Israele chiude l’ufficio di al-Haq. L’ONG torna al lavoro il giorno stesso

Ago 30, 2022 | Notizie

di Hagar Shezaf,

Haaretz, 29 agosto 2022.   

Dopo il raid, molte persone sono venute all’ufficio di Al-Haq a Ramallah per mostrare solidarietà: “Siamo preoccupati, ma continuiamo a lavorare”, dice il direttore Shawan Jabarin. Vogliono metterci a tacere e controllarci”.

Il primo ministro palestinese Mohammad Shtayyeh parla alla Fondazione palestinese Al-Haq nella città cisgiordana di Ramallah dopo il raid israeliano, questo mese. Credito: ABBAS MOMANI – AFP

Pochi giorni dopo l’incursione dei militari israeliani negli uffici di Al-Haq in Cisgiordania, diverse persone hanno lavorato per riparare le porte che erano state forzate. Il gruppo per i diritti umani è stato una delle sette ONG che hanno subito un’incursione il 18 agosto, più di sei mesi dopo che Israele le aveva dichiarate organizzazioni terroristiche. Le forze dell’ordine hanno confiscato documenti, stampanti e scanner da alcune organizzazioni, ma questo non è accaduto ad Al-Haq, che è stata relativamente fortunata da questo punto di vista.

L’esercito, tuttavia, ha rotto alcune porte dell’ufficio e i soldati hanno saldato la porta d’ingresso quando se ne sono andati. Su di essa, l’esercito ha incollato un ordine militare, firmato dal Magg. Gen. Yehuda Fuchs del Comando Centrale dell’esercito israeliano, che ordinava la chiusura del locale perché illegale. La gente dalla strada ha presto aperto la porta e il personale dell’organizzazione è tornato al lavoro il giorno stesso.

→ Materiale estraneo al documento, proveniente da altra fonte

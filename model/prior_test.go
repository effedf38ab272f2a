package model

import (
	"math"
	"os"
	"path/filepath"
	"strings"
	"testing"
)

// A spec file's written range is kept as written: decay [0, 0] fixes the
// decay at 0 (never replaced by the default box), and the fit returns it.
func TestSpecFileFixedRangeKept(t *testing.T) {
	sim := simulateFile(t, "testdata/truth_recovery.yaml")
	dir := t.TempDir()
	path := filepath.Join(dir, "spec.yaml")
	body := "channels:\n  search: {decay: [0, 0], half_saturation: [0.5, 0.5]}\n  audio: {saturation: exponential, prior: {roi: {mean: 0.5, sd: 0.1}}}\n"
	if err := os.WriteFile(path, []byte(body), 0o644); err != nil {
		t.Fatal(err)
	}
	f, err := LoadSpecFile(path)
	if err != nil {
		t.Fatal(err)
	}
	spec := sim.Truth.Spec()
	if err := spec.ApplyFile(f, path); err != nil {
		t.Fatal(err)
	}
	c := spec.Channels[0]
	if c.Decay != (Range{0, 0}) || c.HalfSaturation != (Range{0.5, 0.5}) || c.Shape != DefaultShape {
		t.Fatalf("search: decay %v, half saturation %v, shape %v; want [0 0], [0.5 0.5], the default shape", c.Decay, c.HalfSaturation, c.Shape)
	}
	if a := spec.Channels[3]; a.Prior.ROI != (Normal{Mean: 0.5, SD: 0.1}) || a.Decay != DefaultDecay {
		t.Fatalf("audio: %+v", a)
	}
	d, err := NewDesign(sim.Panel, spec)
	if err != nil {
		t.Fatal(err)
	}
	fr, err := d.Fit(sim.Panel.KPI, FitSettings{Seed: 1, Workers: 2})
	if err != nil {
		t.Fatal(err)
	}
	if got := fr.Params.Channels[0]; got.Decay != 0 || got.HalfSat != 0.5 {
		t.Errorf("fitted search decay %g, half saturation %g; want exactly 0 and 0.5", got.Decay, got.HalfSat)
	}
	// Bad priors are refused at their key path.
	for _, bad := range []struct{ body, want string }{
		{"channels:\n  search: {prior: {decay: {mean: 0.3, sd: -1}}}\n", "channels.search.prior.decay: mean 0.3 and sd -1"},
		{"channels:\n  search: {prior: {half_saturation: {median: -1, log_sd: 1}}}\n", "channels.search.prior.half_saturation: median -1 must be positive"},
		{"channels:\n  search: {prior: {roi: {mean: -2, sd: 1}}}\n", "channels.search.prior.roi: mean -2 must not be negative"},
	} {
		if err := os.WriteFile(path, []byte(bad.body), 0o644); err != nil {
			t.Fatal(err)
		}
		f, err := LoadSpecFile(path)
		if err != nil {
			t.Fatal(err)
		}
		s := sim.Truth.Spec()
		if err := s.ApplyFile(f, path); err == nil || !strings.Contains(err.Error(), bad.want) {
			t.Errorf("%q: error %v, want it to contain %q", bad.body, err, bad.want)
		}
	}
}

// An ROI prior is a ridge row on β: a precise prior (sd 0.1% of its mean)
// pins the channel's ROI to its mean within 1%, a vague one (sd 1e6 × the
// mean) stays within 3% of the fit with the default ROI prior N(0, r²),
// which is weak by design (measured: it moves this channel's ROI by 1%). The ROI is computed by
// package groundtruth from the fitted parameters (not by Summarize).
func TestROIPrior(t *testing.T) {
	sim := simulateFile(t, "testdata/truth_recovery.yaml")
	d, err := NewDesign(sim.Panel, sim.Truth.Spec())
	if err != nil {
		t.Fatal(err)
	}
	y := sim.Panel.KPI
	base, err := d.Fit(y, FitSettings{Seed: 1, Workers: 2})
	if err != nil {
		t.Fatal(err)
	}
	k := 1
	truthROI := sim.Summary[k].ROI
	fitted := TrueWorld(d, base.Params).ROI(k)
	target := 1.6 * truthROI // far from both the truth and the default fit
	if math.Abs(fitted-target) < 0.3*truthROI {
		t.Fatalf("the target %g is too close to the default fit %g for the check to mean anything", target, fitted)
	}
	for _, c := range []struct {
		sd   float64
		tol  float64
		want float64
	}{{1e-3 * target, 0.01, target}, {1e6 * target, 0.03, fitted}} {
		pri := d.ResolvePriors(y)
		pri[k].ROI = Normal{Mean: target, SD: c.sd}
		pri[k].ROIDefault = false
		fr, err := d.Fit(y, FitSettings{Seed: 1, Workers: 2, Priors: pri, NoiseSD: base.NoiseSD, Warm: &base.Params, Starts: 3})
		if err != nil {
			t.Fatal(err)
		}
		got := TrueWorld(d, fr.Params).ROI(k)
		if math.Abs(got-c.want) > c.tol*c.want {
			t.Errorf("ROI prior N(%g, %g²): fitted ROI %.6g, want %.6g within %g (default fit %.6g, truth %.6g)",
				target, c.sd, got, c.want, c.tol, fitted, truthROI)
		}
	}
}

L’ufficio di Al-Haq si trova nel centro di Ramallah, vicino a Piazza Manara. Dopo il raid, diplomatici stranieri, politici palestinesi e persino scolari sono venuti a esprimere la loro solidarietà, come hanno fatto con le altre organizzazioni che Israele ha designato come organizzazioni terroristiche a ottobre.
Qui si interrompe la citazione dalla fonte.